Spirits recharged I headed on for the last two miles, feet aching, and dived into my tent to avoid the campsite midges. I had been walking for over 12 hours! Being Saturday night the campsite was much busier, and everyone was using head nets as protection from the midges. A group of youngsters arrived in a car, they had northern accents and sounded like they were not expecting midges. Even though they didn't smoke they drove off to the shop at Spean Bridge to buy cigarettes in the hope that smoke would ward off the midges.
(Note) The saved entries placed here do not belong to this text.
using WearWatch.Diagnosis.Statistics;

namespace WearWatch.Diagnosis.Roads;

/// <summary>
/// Where a vehicle's figures stand at its last trip. Pressures, tyres and worn joints let them wander, so that the mean of some weeks is
/// not where they are now. Means of trips, the road's share taken off, follow a random walk seen with noise (the local level model;
/// Harvey 1989), whose two variances all vehicles tell together; a step that neither explains starts the level anew.
/// </summary>
internal sealed class PresentLevels
{
    private const int Lanes = RoadProblem.Lanes, Read = 2;
    private const double SoonDays = 10, LaterDays = 28, LatestDays = 70; // between trips that tell of noise, and of the walk
    private const double Share = 0.8, OfNormal = 1.642;                  // square that this share of standard normal ones stays below: tails count
    private const double StepSquare = 16;                                // of the forecast's variance: four standard deviations

    private readonly record struct TripMean(double Day, double Value, double Variance);

    private readonly RoadProblem _p;
    private readonly RoadSolve _solve;
    private readonly OwnGains _gains;
    private readonly TripMean[] _trips; // by trip and witness; infinite variance where it was silent

    public PresentLevels(RoadProblem problem, RoadSolve solve, OwnGains gains)
    {
        (_p, _solve, _gains) = (problem, solve, gains);
        _trips = new TripMean[Read * problem.Trips];
        problem.Graph.ByVehicle.Each((_, from, to) =>
        {
            for (var v = from; v < to; v++) Means(v);
        });
        for (var lane = 0; lane < Read; lane++) (Noise[lane], PerDay[lane]) = Variances(lane);
    }

    /// <summary>Variance of a trip's mean beyond its runs' errors, by witness, and what the walk adds to the variance in a day.</summary>
    public double[] Noise { get; } = new double[Read];
    public double[] PerDay { get; } = new double[Read];

    /// <summary>
    /// The figure at the vehicle's last trip. The error of the mean stays in and the level's comes on top: the roads of the last trips are
    /// few, and what the vehicle's own gain makes of them is known less well than its spread from road to road tells.
    /// </summary>
    /// <param name="vehicle">Number of the vehicle.</param>
    /// <param name="witness">Torque or angle.</param>
    /// <param name="figure">Its mean over all trips.</param>
    public Estimate Of(int vehicle, Witness witness, Estimate figure)
    {
        var lane = (int)witness;
        var (level, variance, day) = (0.0, double.PositiveInfinity, 0.0);
        foreach (var trip in InTime(vehicle, lane))
        {
            var seen = trip.Variance + Noise[lane];
            var expected = variance + PerDay[lane] * (trip.Day - day);
            var miss = trip.Value - level;
            if (!double.IsFinite(expected) || miss * miss > StepSquare * (expected + seen)) (level, variance) = (trip.Value, seen);
            else (level, variance) = (level + expected / (expected + seen) * miss, expected * seen / (expected + seen));
            day = trip.Day;
        }
        return double.IsFinite(variance) ? new(figure.Value + level, Math.Sqrt(figure.StandardError * figure.StandardError + variance)) : figure;
    }

    private IEnumerable<TripMean> InTime(int vehicle, int lane)
    {
        var trips = new List<TripMean>();
        for (var t = _p.TripFrom[vehicle]; t < _p.TripFrom[vehicle + 1]; t++)
            if (double.IsFinite(_trips[Read * t + lane].Variance)) trips.Add(_trips[Read * t + lane]);
        return trips.OrderBy(t => t.Day).ThenBy(t => t.Value);
    }

    /// <summary>Means of a vehicle's trips less its figure and the road's share.</summary>
    private void Means(int v)
    {
        var (graph, system, first) = (_p.Graph, _solve.System, Read * _p.TripFrom[v]);
        var sums = new (double Weight, double Value, double Time)[Read * (_p.TripFrom[v + 1] - _p.TripFrom[v])];
        for (var lane = 0; lane < Read; lane++)
        {
            var run = _solve.Noise[lane].Run * _solve.Noise[lane].Run;
            var gain = system.Gain[Lanes * _p.GainOf[v] + lane] + _gains.Departure(v, (Witness)lane).Value;
            // The figure is the one put right for the vehicle's own gain.
            var mine = system.U[Lanes * v + lane] + _gains.Of(v, (Witness)lane).Shift;
            for (var e = graph.VehicleFrom[v]; e < graph.VehicleFrom[v + 1]; e++)
                for (var i = graph.SightingFrom[e]; i < graph.SightingFrom[e + 1]; i++)
                {
                    double own = _p.Variances[RoadProblem.Witnesses * i + lane];
                    if (!double.IsFinite(own)) continue;
                    var (weight, left) = (1 / (own + run), _p.Values[RoadProblem.Witnesses * i + lane] - mine - gain * system.Bank[graph.CellOf[e]]);
                    ref var s = ref sums[Read * _p.Trip[i] - first + lane];
                    s = (s.Weight + weight, s.Value + weight * left, s.Time + weight * (_p.Run(_p.PlaceOf[i]).Start / (double)TimeSpan.TicksPerDay));
                }
        }
        for (var k = 0; k < sums.Length; k++)
            _trips[first + k] = sums[k].Weight > 0 ? new(sums[k].Time / sums[k].Weight, sums[k].Value / sums[k].Weight, 1 / sums[k].Weight) : new(0, 0, double.PositiveInfinity);
    }

    /// <summary>Noise and walk from how far trips of a vehicle lie apart soon after each other and weeks later, each drawn to its prior by four pairs' worth.</summary>
    private (double Noise, double PerDay) Variances(int lane)
    {
        var (soon, later) = (new List<(double Square, double Days)>(), new List<(double Square, double Days)>());
        for (var v = 0; v < _p.Vehicles.Length; v++)
        {
            var trips = InTime(v, lane).ToArray();
            for (var i = 0; i + 1 < trips.Length; i++)
            {
                if (trips[i + 1].Day - trips[i].Day <= SoonDays) soon.Add(Apart(trips[i], trips[i + 1]));
                var j = Array.FindIndex(trips, i + 1, t => t.Day - trips[i].Day >= LaterDays);
                if (j >= 0 && trips[j].Day - trips[i].Day <= LatestDays) later.Add(Apart(trips[i], trips[j]));
            }
        }
        var (priorNoise, priorPerDay) = (Math.Pow(RoadPriors.Noise((Witness)lane).Trip, 2), RoadPriors.WalkPerDay((Witness)lane));
        var (near, far) = (Square(soon), Square(later));
        var perDay = later.Count == 0 || soon.Count == 0 ? 0 : Math.Max(0, (far.Square - near.Square) / Math.Max(1, far.Days - near.Days));
        perDay = (RoadPriors.PriorCount * priorPerDay + later.Count * perDay) / (RoadPriors.PriorCount + later.Count);
        var noise = Math.Max(0, near.Square - perDay * near.Days) / 2;
        return ((RoadPriors.PriorCount * priorNoise + soon.Count * noise) / (RoadPriors.PriorCount + soon.Count), perDay);
    }

    private static (double Square, double Days) Apart(TripMean a, TripMean b) => (Math.Max(0, Math.Pow(b.Value - a.Value, 2) - a.Variance - b.Variance), b.Day - a.Day);

    private static (double Square, double Days) Square(List<(double Square, double Days)> pairs)
    {
        if (pairs.Count == 0) return (0, 0);
        var squares = pairs.Select(p => p.Square).Order().ToArray();
        return (squares[(int)(Share * (squares.Length - 1))] / OfNormal, pairs.Average(p => p.Days));
    }
}
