namespace WearWatch.Diagnosis.Geometry;

/// <summary>Side force of a leaning tyre.</summary>
public static class CamberThrust
{
    /// <summary>Side force, N, toward the lean: Cγ·γ.</summary>
    /// <param name="camberStiffnessNPerRad">N/rad; radial tyres 0.05 to 0.10 of the cornering stiffness (from memory).</param>
    /// <param name="camberDeg">deg.</param>
    public static double ForceN(double camberStiffnessNPerRad, double camberDeg) => camberStiffnessNPerRad * Toe.Radians(camberDeg);
}
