namespace WearWatch.Diagnosis.Geometry;

/// <summary>What a rear axle that points aside does to a vehicle running straight.</summary>
public static class ThrustAngle
{
    /// <summary>Steering-wheel angle when travelling straight, deg, + left: ratio × (thrust − front axle direction).</summary>
    /// <param name="steeringRatio">Steering-wheel angle per road-wheel angle on centre, 10 to 30.</param>
    /// <param name="thrustDeg">Direction of the rear axle, deg, + left, within ±3.</param>
    /// <param name="frontDirectionDeg">Direction of the front axle with the wheel centred, deg, + left.</param>
    /// <remarks>Kinematics of a two-axle vehicle without side force: both axles run parallel.</remarks>
    public static double SteeringWheelDeg(double steeringRatio, double thrustDeg, double frontDirectionDeg = 0) =>
        steeringRatio * (thrustDeg - frontDirectionDeg);

    /// <summary>Sideways offset of the rear axle's track from the front's, mm: wheelbase·tan(thrust).</summary>
    /// <param name="wheelbaseM">m, 2 to 14.</param>
    /// <param name="thrustDeg">deg.</param>
    public static double CrabMm(double wheelbaseM, double thrustDeg) => 1000 * wheelbaseM * Math.Tan(Toe.Radians(thrustDeg));
}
Now the trip was essentially over, I didn't have a plan for how to get back to Southampton! I was keen to get back in a day on Sunday, as Monday was my last day of leave, and I wanted a full day at home. Given these constraints, the train was the only feasible option. I found out from National Rail enquiries that the first train from Spean Bridge was at 11:55am, changing in Glasgow, this would get me to London by 21:21pm. I knew it would be expensive, but the only other option would be to take the Megabus from Glasgow on Sunday night, arriving in London on Monday (and I didn't have an easy way of making a reservation on this).
Sunday 10th June 2012
It rained heavily in the night and by the morning the rain had stopped, but my tent was dripping wet. The midges were atrocious, and I had to run away from my tent several times before the tent was packed away. I set off along the railway path, to enjoy the off-road route to Spean Bridge in its entirety. At Spean Bridge I bought a Sunday newspaper from village shop to read on the train. Attached to the hotel is a greasy spoon café, and I bought fish & chips to eat before getting on the train.
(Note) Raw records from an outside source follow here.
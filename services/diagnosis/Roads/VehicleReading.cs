using WearWatch.Diagnosis.Statistics;
using WearWatch.Diagnosis.Steering;

namespace WearWatch.Diagnosis.Roads;

/// <summary>Reads each vehicle's figures off the solved fit.</summary>
internal sealed class VehicleReading(RoadProblem problem, RoadSolve solve, double[] variance, double[] bankVariance)
{
    private const int LeastModeRuns = 3;
    private const int EvidenceKept = 5;

    public IReadOnlyList<SteeringFigures> All()
    {
        var weights = new Dictionary<int, double>();
        for (var k = 0; k < problem.Observations.Count; k++)
        {
            var o = problem.Observations[k];
            // Weights of different witnesses are made comparable by the spread of their class.
            var unit = o.Witness switch { Witness.Torque => solve.PullSpread[o.Gain], Witness.Angle => solve.OffCentreSpread[o.Gain], _ => RoadPriors.CellWidth };
            weights[o.Run] = weights.GetValueOrDefault(o.Run) + unit * unit * solve.WeightOf(k);
        }
        var companions = problem.ComponentOfVehicle.GroupBy(c => c).ToDictionary(g => g.Key, g => g.Count());
        return Enumerable.Range(0, problem.Vehicles.Length).Select(v => Of(v, weights, companions[problem.ComponentOfVehicle[v]] > 1)).ToArray();
    }

    private SteeringFigures Of(int v, Dictionary<int, double> weights, bool shared)
    {
        var runs = problem.RunsOf[v];
        var pull = problem.Pull[v] < 0 ? null : solve.Unshrunk(problem.Pull[v], variance[problem.Pull[v]]);
        var figures = new SteeringFigures
        {
            VehicleId = problem.Vehicles[v].VehicleId,
            SteeringPullNm = pull,
            OffCentreDeg = problem.OffCentre[v] < 0 ? null : solve.Unshrunk(problem.OffCentre[v], variance[problem.OffCentre[v]]),
            BrakePullNm = pull is null ? null : Extra(v, RunMode.Brake),
            DrivePullNm = pull is null || problem.TakesDriven[v] ? null : Extra(v, RunMode.Drive),
            Runs = runs.Count,
            Seconds = runs.Sum(i => problem.Runs[i].Seconds),
            TorqueIncludesAssist = problem.Vehicles[v].Torque == TorqueKind.Total,
            RoadShare = shared ? RoadShare.SharedCells : problem.Bias[v] >= 0 ? RoadShare.OwnBankReading : RoadShare.UsualCrown,
            EvidenceRuns = runs.Where(weights.ContainsKey).OrderByDescending(i => weights[i]).ThenBy(i => i)
                .Select(i => $"{problem.Runs[i].StreamId}/{problem.Runs[i].Sequence}").Distinct().Take(EvidenceKept).ToArray(),
        };
        return figures with { NotPossible = NotPossible(v, figures).ToArray() };
    }

    /// <summary>Mean torque of one mode less that of steady running, each with its road's share removed. The shared level of the road cancels.</summary>
    private Estimate? Extra(int v, RunMode mode)
    {
        var special = Mean(v, problem.RunsOf[v].Where(i => problem.Runs[i].Mode == mode));
        var steady = Mean(v, problem.RunsOf[v].Where(i => problem.Runs[i].Mode == RunMode.Coast));
        return special - steady;
    }

    private Estimate? Mean(int v, IEnumerable<int> runs)
    {
        var (noise, trip) = solve.Noise[(int)Witness.Torque];
        var gain = solve.U[problem.TorqueGain[problem.GainOf(problem.Vehicles[v])]];
        var rows = runs.Where(i => problem.TorqueCounts(v, problem.Runs[i])).Select(i =>
        {
            var (bank, bankError) = BankUnder(v, i);
            var e = problem.Runs[i].TorqueNm!.Value;
            return (Trip: problem.Runs[i].StreamId, Value: e.Value - gain * bank, Variance: e.StandardError * e.StandardError + noise * noise + gain * gain * bankError);
        }).ToArray();
        if (rows.Length < LeastModeRuns) return null;
        var sizes = rows.GroupBy(r => r.Trip).ToDictionary(g => g.Key, g => g.Count());
        var centre = RobustMean.Huber(rows.Select(r => r.Value).ToArray());
        var (weights, sum) = (0.0, 0.0);
        foreach (var r in rows)
        {
            var z = Math.Abs(r.Value - centre) / Math.Sqrt(r.Variance + trip * trip);
            var w = Math.Min(1, RobustMean.HuberK / Math.Max(z, 1e-12)) / (r.Variance + sizes[r.Trip] * trip * trip);
            weights += w;
            sum += w * r.Value;
        }
        return new(sum / weights, Math.Sqrt(1 / weights));
    }

    /// <summary>Sine of the bank under a run and its variance, from the cell, the run's own reading, or the usual crown.</summary>
    private (double Bank, double Variance) BankUnder(int v, int run)
    {
        var cell = problem.CellOfRun[run] >= 0 ? problem.CellOfRun[run] : problem.CellNamed(problem.Runs[run].RoadCell);
        if (cell >= 0) return (solve.Bank[cell], bankVariance[cell]);
        if (problem.Bias[v] >= 0 && problem.Runs[run].BankReading is { } reading)
            return ((reading.Value - solve.U[problem.Bias[v]]) / (1 + SteeringEquations.RollGain),
                reading.StandardError * reading.StandardError + Math.Pow(solve.Noise[(int)Witness.BankReading].Run, 2));
        var component = problem.Component[problem.ComponentOfVehicle[v]];
        return (solve.U[problem.Crown[(int)problem.Vehicles[v].TrafficSide]] + (component < 0 ? 0 : solve.U[component]), RoadPriors.CellWidth * RoadPriors.CellWidth);
    }

    private IEnumerable<string> NotPossible(int v, SteeringFigures f)
    {
        var vehicle = problem.Vehicles[v];
        if (f.Runs == 0)
        {
            yield return "steering pull and off-centre angle: no straight run; steady driving above 50 km/h would help";
            yield break;
        }
        if (vehicle.Torque == TorqueKind.UnknownUnit) yield return "steering pull: the torque's unit is raw or unknown; the operator's word on its unit would help";
        else if (f.SteeringPullNm is null) yield return "steering pull: no torque in any steady run; a driver torque channel in N·m would help";
        else if (vehicle.Torque == TorqueKind.TorsionBar) yield return "steering pull in full: torsion bar alone, so the figure is a lower bound; the assist torque would help";
        if (f.OffCentreDeg is null) yield return "off-centre angle: no steering-wheel angle in any steady run; a steering-wheel angle channel would help";
        if (f.SteeringPullNm is not null && f.BrakePullNm is null) yield return "pull under braking: fewer than 3 straight braking runs; the brake channel and longer logs would help";
        if (f.SteeringPullNm is not null && f.DrivePullNm is null) yield return "pull under drive: fewer than 3 runs of either steady or driven running; the drive torque channel and longer logs would help";
        if (f.RoadShare == RoadShare.OwnBankReading) yield return "zero of the bank reading: it cannot be told from the mean bank of roads that no other vehicle was seen on; position, or more vehicles on the same roads, would help";
        if (f.RoadShare == RoadShare.UsualCrown) yield return "the road's own bank: the usual crown of the traffic side stands in for it; lateral acceleration with yaw rate, or position, would help";
    }
}
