namespace WearWatch.Diagnosis.Geometry;

/// <summary>Side slip as plate testers show it.</summary>
public static class SideSlip
{
    /// <summary>Sideways travel, m per km (mm per m): 1000·tan(angle).</summary>
    /// <param name="degrees">deg.</param>
    public static double MPerKm(double degrees) => 1000 * Math.Tan(Toe.Radians(degrees));
}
I bought a ticket to Glasgow (£26.30) to keep my options open. The conductor was really helpful and brought me a schematic map to show the route between Glasgow Queen Street, and Glasgow Central (for the London train). Arriving at Queen Street at 15:31, I decided to go directly to Glasgow Central and buy a ticket. The price was a staggering £123.60 to London, which is not that much more than a return, but at least it included travel on the underground.
I got some food for the journey from the co-op, then went back to the station. It was a Virgin train and I had to search through several cabins before finding an unreserved seat. At Preston a young chap got on and sat down next to me. We chatted all the way to London. He was working in London as a mechanical engineer on control systems for buildings. He was also into hill walking and was familiar with the Lake District and the Scottish Highlands, having gone to university in Edinburgh. He had climbed Mont Blanc with a friend, and I was interested to hear about his climb. He was interested in my trips to Nepal.
Reaching London, I hurried onto the Northern Line, as I wanted to catch a train to Southampton at 10pm. This train arrived in Southampton just before 11:30pm and I got a taxi home. From Spean Bridge it had taken nearly 12 hours to get back to Southampton.
The trip had gone exactly to plan, which was surprising given all the transport connections. I was really lucky with the weather - it only rained at times when I wasn't climbing Munros, mostly during the night, and I'd had good views from all 17 Munros on the trip. It was satisfying to complete three sections of the Munros guidebook, and I only had 30 Munros left to do.
The mixture of wild camping and official campsites, with trains and ferries was very enjoyable, and added variety to the trip. After completing the Munros, it would be great to continue this pattern, perhaps with a trip to explore the western isles.